## WORK TASK:
Of all the entries below, retype only the lines from the one with "K = I_q + I_S" through the one with "t/(C·(R + n·V_T/K)), the", exactly as they appear.

## DATASET EXTRACT:
-- Opening Marker --
// Package recharge is the exact law by which a bootstrap capacitor is refilled through a diode and a resistor, the map of
// one switching period that follows from it, and the periodic steady state of that map. Nothing here steps through time.
//
// # Element
//
// From the supply V_DD to the floating rail lie, in series, R = R_B + r_D + R_supply + R_VS and a diode. With the switch node
// at V_node the voltage across them is E - v, where E = V_DD - V_node [V] is the drive and v = V_BS [V]. The current i [A]
// counts positive into the capacitor:
//
//	E - v = i·R + n·V_T·ln(1 + i/I_S)                                                                 (1)
//
// which is increasing and concave in i. With s = i + I_S and l = ln s + ln(R/(n·V_T)) it is e^l + l = y,
//
//	y = (E - v + I_S·R)/(n·V_T) + ln I_S + ln(R/(n·V_T))                                              (2)
//
// Lambert's W in logarithmic form. I_S and s are carried as logarithms: 800 V across a blocking diode make ln s about
// -30000, and i tends to -I_S. An integrated switch is R alone and conducts both ways.
//
// # Law
//
// The capacitor C [F] takes the current of the element less the load I_q [A], and (1) gives dv = -(R + n·V_T/s) ds at constant E:
//
//	C·dv/dt = s - K,   K = I_q + I_S
//	dt = -C·(R + n·V_T/s)·ds/(s - K)
//	t = C·[R·A + (n·V_T/K)·(A + ln s1 - ln s0)],   A = ln((s0 - K)/(s1 - K))                          (3)
//
// s moves monotonically towards K, so A >= 0 in both directions, charging (s0 > K: v rises) and discharging or blocking
// (s0 < K: v falls). The terms of (3) cancel where K is small or the element blocks. Two identities remove that:
//
//	s1 = s0·e^-A + K·(1 - e^-A)                                                                       (4)
//	A + ln s1 - ln s0 = ln(1 + (K/s0)·(e^A - 1)) = u   and back   A = ln(1 + (s0/K)·(e^u - 1))        (5)
//
// so that (3) is, with all terms positive,
//
//	t/C = R·A + (n·V_T/K)·log1p((K/s0)·expm1(A))        solved for A when s0 >= K
//	t/C = (n·V_T/K)·u + R·log1p((s0/K)·expm1(u))        solved for u when s0 < K
//
// Both have the form a·x + b·log1p(p·expm1(x)) with p <= 1, convex and increasing in x, bracketed by the roots of each term
// alone. K -> 0 leaves (n·V_T/s0)·expm1(A) for the second term; s0 = K leaves A = u = t/(C·(R + n·V_T/K)), the
// exponential about equilibrium; R = 0 has the closed solution 1/s1 = e^-T/s0 + (1 - e^-T)/K with T = K·t/(C·n·V_T).
// From (3) and (4), because the flow is autonomous, the derivative is
//
//	dv1/dv0 = (s1 - K)/(s0 - K) = e^-A                                                                (6)
//
// Where s stays below 1e-16·K for the whole interval, v1 = v0 - K·t/C is used.
//
// # Conductance
//
// While the high side is on, R_GS loads the floating supply with G·v [A]. Blocked, the hold law is exact:
//
//	v(t) = (v0 + I_0/G)·e^(-G·t/C) - I_0/G                                                            (7)
//
// with I_0 = I_q + I_S. If the bus is so low that the element may conduct, there is no closed form with a diode. Then
// with the equilibrium v* (again Lambert's W) and w = ln|v - v*| the law is dw/dt = -k(v), where
//
//	k = [G + 1/(R + n·V_T/L(s, s*))]/C,   L(s, s*) = (s - s*)/(ln s - ln s*)                          (8)
//
// has no cancellation (L is the logarithmic mean), is monotone in v and lies between its values at v0 and at v*. So t = ∫dw/k
// is a quadrature of a smooth positive function, inverted by Newton's method to 1e-12 of t; v1 is exact to that.
//
// # Period and steady state
//
// Period.Map goes from just before one rising edge to just before the next. Every part of it is increasing in v, so it
// is increasing: intervals by (6); the rising edge v' = (C·v - Q - Q_rr)/(C + C_on) because Q_rr falls as v rises (see
// Period.recovered); the falling edge adds a constant. Without recovery each interval is also convex in v (the current is
// convex in v, hence its flow), and its slope is at most 1, so Map(v) - v is convex and decreasing and has one zero at
// most; it has none above 0 when Map(0) <= 0: the supply collapses. With recovery the slope of the edge is 1 + x, x = τ·(1 -
// e^(-t_on/τ))·g/C <= t_on·g/C with g = -di/dv at the end of conduction, while conduction itself contributed e^(-∫g·dt/C); as
// long as the element charges, g falls with time, the product is at most (1 + x)·e^-x <= 1, and the zero stays unique.
//
// Limits: constant C, drive and load within an interval; the diode is its static law apart from the recovery charge.
package recharge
-- Closing Marker --
## RESPONSE AREA:
//	C·dv/dt = s - K,   K = I_q + I_S
//	dt = -C·(R + n·V_T/s)·ds/(s - K)
//	t = C·[R·A + (n·V_T/K)·(A + ln s1 - ln s0)],   A = ln((s0 - K)/(s1 - K))                          (3)
//
// s moves monotonically towards K, so A >= 0 in both directions, charging (s0 > K: v rises) and discharging or blocking
// (s0 < K: v falls). The terms of (3) cancel where K is small or the element blocks. Two identities remove that:
//
//	s1 = s0·e^-A + K·(1 - e^-A)                                                                       (4)
//	A + ln s1 - ln s0 = ln(1 + (K/s0)·(e^A - 1)) = u   and back   A = ln(1 + (s0/K)·(e^u - 1))        (5)
//
// so that (3) is, with all terms positive,
//
//	t/C = R·A + (n·V_T/K)·log1p((K/s0)·expm1(A))        solved for A when s0 >= K
//	t/C = (n·V_T/K)·u + R·log1p((s0/K)·expm1(u))        solved for u when s0 < K
//
// Both have the form a·x + b·log1p(p·expm1(x)) with p <= 1, convex and increasing in x, bracketed by the roots of each term
// alone. K -> 0 leaves (n·V_T/s0)·expm1(A) for the second term; s0 = K leaves A = u = t/(C·(R + n·V_T/K)), the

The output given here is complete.